▸ To do:
Please repeat all the entries. Nothing may differ.

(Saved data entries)
------------------------

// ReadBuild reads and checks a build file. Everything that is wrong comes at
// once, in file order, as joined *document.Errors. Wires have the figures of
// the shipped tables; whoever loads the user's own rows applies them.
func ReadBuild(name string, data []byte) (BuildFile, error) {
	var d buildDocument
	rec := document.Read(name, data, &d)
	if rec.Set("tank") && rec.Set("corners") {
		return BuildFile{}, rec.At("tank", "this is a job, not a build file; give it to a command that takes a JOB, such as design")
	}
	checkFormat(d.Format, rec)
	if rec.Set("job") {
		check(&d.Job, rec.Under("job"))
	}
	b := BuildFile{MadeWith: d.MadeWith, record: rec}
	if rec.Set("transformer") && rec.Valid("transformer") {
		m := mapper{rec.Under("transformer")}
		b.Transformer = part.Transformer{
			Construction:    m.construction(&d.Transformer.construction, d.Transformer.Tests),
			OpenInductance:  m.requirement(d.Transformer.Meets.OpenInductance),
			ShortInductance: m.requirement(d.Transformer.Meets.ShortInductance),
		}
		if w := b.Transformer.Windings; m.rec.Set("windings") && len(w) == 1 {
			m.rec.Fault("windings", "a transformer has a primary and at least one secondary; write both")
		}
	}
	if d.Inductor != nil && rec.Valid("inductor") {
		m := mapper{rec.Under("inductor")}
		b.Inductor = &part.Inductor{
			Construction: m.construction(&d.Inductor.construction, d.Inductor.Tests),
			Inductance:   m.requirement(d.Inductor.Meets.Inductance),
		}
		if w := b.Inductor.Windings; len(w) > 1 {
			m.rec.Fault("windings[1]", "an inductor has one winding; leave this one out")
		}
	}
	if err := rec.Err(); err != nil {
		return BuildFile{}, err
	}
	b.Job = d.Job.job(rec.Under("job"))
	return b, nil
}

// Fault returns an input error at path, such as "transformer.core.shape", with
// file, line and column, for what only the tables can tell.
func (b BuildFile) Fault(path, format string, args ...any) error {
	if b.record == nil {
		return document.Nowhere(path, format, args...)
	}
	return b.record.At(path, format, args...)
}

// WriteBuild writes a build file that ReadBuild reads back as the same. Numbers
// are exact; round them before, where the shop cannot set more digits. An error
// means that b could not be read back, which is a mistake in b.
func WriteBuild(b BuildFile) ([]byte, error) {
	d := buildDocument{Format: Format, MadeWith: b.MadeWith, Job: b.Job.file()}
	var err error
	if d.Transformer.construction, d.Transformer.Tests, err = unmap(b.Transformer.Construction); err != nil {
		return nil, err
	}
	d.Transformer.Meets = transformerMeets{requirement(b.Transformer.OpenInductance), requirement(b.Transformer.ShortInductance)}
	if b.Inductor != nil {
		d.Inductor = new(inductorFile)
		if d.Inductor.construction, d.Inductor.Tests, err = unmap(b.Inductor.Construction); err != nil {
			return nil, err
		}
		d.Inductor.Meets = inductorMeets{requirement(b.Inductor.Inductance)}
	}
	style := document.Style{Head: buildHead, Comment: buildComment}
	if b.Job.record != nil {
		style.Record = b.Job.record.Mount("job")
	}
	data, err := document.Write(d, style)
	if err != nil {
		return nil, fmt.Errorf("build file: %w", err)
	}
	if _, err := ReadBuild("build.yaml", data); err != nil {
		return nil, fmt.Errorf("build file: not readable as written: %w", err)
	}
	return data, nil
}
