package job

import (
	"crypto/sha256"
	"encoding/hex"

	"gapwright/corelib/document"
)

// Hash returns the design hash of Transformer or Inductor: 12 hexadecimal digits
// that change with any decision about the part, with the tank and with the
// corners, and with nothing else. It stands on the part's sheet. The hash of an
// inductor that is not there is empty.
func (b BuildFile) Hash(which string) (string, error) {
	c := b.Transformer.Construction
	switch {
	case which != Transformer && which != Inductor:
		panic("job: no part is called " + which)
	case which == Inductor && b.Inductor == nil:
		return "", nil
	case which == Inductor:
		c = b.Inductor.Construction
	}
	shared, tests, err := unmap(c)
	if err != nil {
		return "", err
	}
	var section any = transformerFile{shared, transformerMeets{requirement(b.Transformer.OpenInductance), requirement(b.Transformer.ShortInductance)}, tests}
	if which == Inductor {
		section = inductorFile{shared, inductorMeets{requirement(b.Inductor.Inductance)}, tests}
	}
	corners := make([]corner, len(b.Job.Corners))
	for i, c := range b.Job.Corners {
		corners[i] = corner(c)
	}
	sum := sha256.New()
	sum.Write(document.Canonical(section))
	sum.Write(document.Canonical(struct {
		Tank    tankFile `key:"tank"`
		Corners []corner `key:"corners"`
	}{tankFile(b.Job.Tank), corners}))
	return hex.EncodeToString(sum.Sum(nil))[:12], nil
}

------------------------

▸ Task solution:
// ReadBuild reads and checks a build file. Everything that is wrong comes at
// once, in file order, as joined *document.Errors. Wires have the figures of
// the shipped tables; whoever loads the user's own rows applies them.
func ReadBuild(name string, data []byte) (BuildFile, error) {
	var d buildDocument
	rec := document.Read(name, data, &d)
	if rec.Set("tank") && rec.Set("corners") {
		return BuildFile{}, rec.At("tank", "this is a job, not a build file; give it to a command that takes a JOB, such as design")
	}
	checkFormat(d.Format, rec)
	if rec.Set("job") {
		check(&d.Job, rec.Under("job"))
	}
	b := BuildFile{MadeWith: d.MadeWith, record: rec}
	if rec.Set("transformer") && rec.Valid("transformer") {
		m := mapper{rec.Under("transformer")}
		b.Transformer = part.Transformer{
			Construction:    m.construction(&d.Transformer.construction, d.Transformer.Tests),
			OpenInductance:  m.requirement(d.Transformer.Meets.OpenInductance),
			ShortInductance: m.requirement(d.Transformer.Meets.ShortInductance),
		}
		if w := b.Transformer.Windings; m.rec.Set("windings") && len(w) == 1 {
			m.rec.Fault("windings", "a transformer has a primary and at least one secondary; write both")
		}
	}
	if d.Inductor != nil && rec.Valid("inductor") {
		m := mapper{rec.Under("inductor")}
		b.Inductor = &part.Inductor{
			Construction: m.construction(&d.Inductor.construction, d.Inductor.Tests),
			Inductance:   m.requirement(d.Inductor.Meets.Inductance),
		}
		if w := b.Inductor.Windings; len(w) > 1 {
			m.rec.Fault("windings[1]", "an inductor has one winding; leave this one out")
		}
	}
	if err := rec.Err(); err != nil {
		return BuildFile{}, err
	}
	b.Job = d.Job.job(rec.Under("job"))
	return b, nil
}

// Fault returns an input error at path, such as "transformer.core.shape", with
// file, line and column, for what only the tables can tell.
func (b BuildFile) Fault(path, format string, args ...any) error {
	if b.record == nil {
		return document.Nowhere(path, format, args...)
	}
	return b.record.At(path, format, args...)
}

// WriteBuild writes a build file that ReadBuild reads back as the same. Numbers
// are exact; round them before, where the shop cannot set more digits. An error
// means that b could not be read back, which is a mistake in b.
func WriteBuild(b BuildFile) ([]byte, error) {
	d := buildDocument{Format: Format, MadeWith: b.MadeWith, Job: b.Job.file()}
	var err error
	if d.Transformer.construction, d.Transformer.Tests, err = unmap(b.Transformer.Construction); err != nil {
		return nil, err
	}
	d.Transformer.Meets = transformerMeets{requirement(b.Transformer.OpenInductance), requirement(b.Transformer.ShortInductance)}
	if b.Inductor != nil {
		d.Inductor = new(inductorFile)
		if d.Inductor.construction, d.Inductor.Tests, err = unmap(b.Inductor.Construction); err != nil {
			return nil, err
		}
		d.Inductor.Meets = inductorMeets{requirement(b.Inductor.Inductance)}
	}
	style := document.Style{Head: buildHead, Comment: buildComment}
	if b.Job.record != nil {
		style.Record = b.Job.record.Mount("job")
	}
	data, err := document.Write(d, style)
	if err != nil {
		return nil, fmt.Errorf("build file: %w", err)
	}
	if _, err := ReadBuild("build.yaml", data); err != nil {
		return nil, fmt.Errorf("build file: not readable as written: %w", err)
	}
	return data, nil
}
package job

import (
	"crypto/sha256"
	"encoding/hex"

	"gapwright/corelib/document"
)

// Hash returns the design hash of Transformer or Inductor: 12 hexadecimal digits
// that change with any decision about the part, with the tank and with the
// corners, and with nothing else. It stands on the part's sheet. The hash of an
// inductor that is not there is empty.
func (b BuildFile) Hash(which string) (string, error) {
	c := b.Transformer.Construction
	switch {
	case which != Transformer && which != Inductor:
		panic("job: no part is called " + which)
	case which == Inductor && b.Inductor == nil:
		return "", nil
	case which == Inductor:
		c = b.Inductor.Construction
	}
	shared, tests, err := unmap(c)
	if err != nil {
		return "", err
	}
	var section any = transformerFile{shared, transformerMeets{requirement(b.Transformer.OpenInductance), requirement(b.Transformer.ShortInductance)}, tests}
	if which == Inductor {
		section = inductorFile{shared, inductorMeets{requirement(b.Inductor.Inductance)}, tests}
	}
	corners := make([]corner, len(b.Job.Corners))
	for i, c := range b.Job.Corners {
		corners[i] = corner(c)
	}
	sum := sha256.New()
	sum.Write(document.Canonical(section))
	sum.Write(document.Canonical(struct {
		Tank    tankFile `key:"tank"`
		Corners []corner `key:"corners"`
	}{tankFile(b.Job.Tank), corners}))
	return hex.EncodeToString(sum.Sum(nil))[:12], nil
}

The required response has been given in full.